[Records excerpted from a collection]

=====

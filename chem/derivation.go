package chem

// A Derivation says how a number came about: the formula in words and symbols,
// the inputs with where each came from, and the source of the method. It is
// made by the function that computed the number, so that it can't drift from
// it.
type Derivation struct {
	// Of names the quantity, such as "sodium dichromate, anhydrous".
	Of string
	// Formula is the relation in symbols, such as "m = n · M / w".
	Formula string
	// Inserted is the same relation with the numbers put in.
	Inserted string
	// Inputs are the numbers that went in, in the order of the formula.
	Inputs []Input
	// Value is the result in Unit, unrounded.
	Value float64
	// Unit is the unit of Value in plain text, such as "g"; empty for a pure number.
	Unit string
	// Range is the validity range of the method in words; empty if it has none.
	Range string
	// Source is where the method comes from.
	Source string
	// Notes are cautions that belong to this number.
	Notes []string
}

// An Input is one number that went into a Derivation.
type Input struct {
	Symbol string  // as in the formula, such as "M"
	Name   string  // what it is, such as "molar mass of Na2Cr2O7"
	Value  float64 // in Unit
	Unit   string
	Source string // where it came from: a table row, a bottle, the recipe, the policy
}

=====

EXERCISE INSTRUCTIONS
Please transcribe only the lines in the records above running from the line that has "Of names the" through the line that has "Inputs []Input", both included, exactly as they appear.

RESPONSE FOR THIS EXERCISE
	// Of names the quantity, such as "sodium dichromate, anhydrous".
	Of string
	// Formula is the relation in symbols, such as "m = n · M / w".
	Formula string
	// Inserted is the same relation with the numbers put in.
	Inserted string
	// Inputs are the numbers that went in, in the order of the formula.
	Inputs []Input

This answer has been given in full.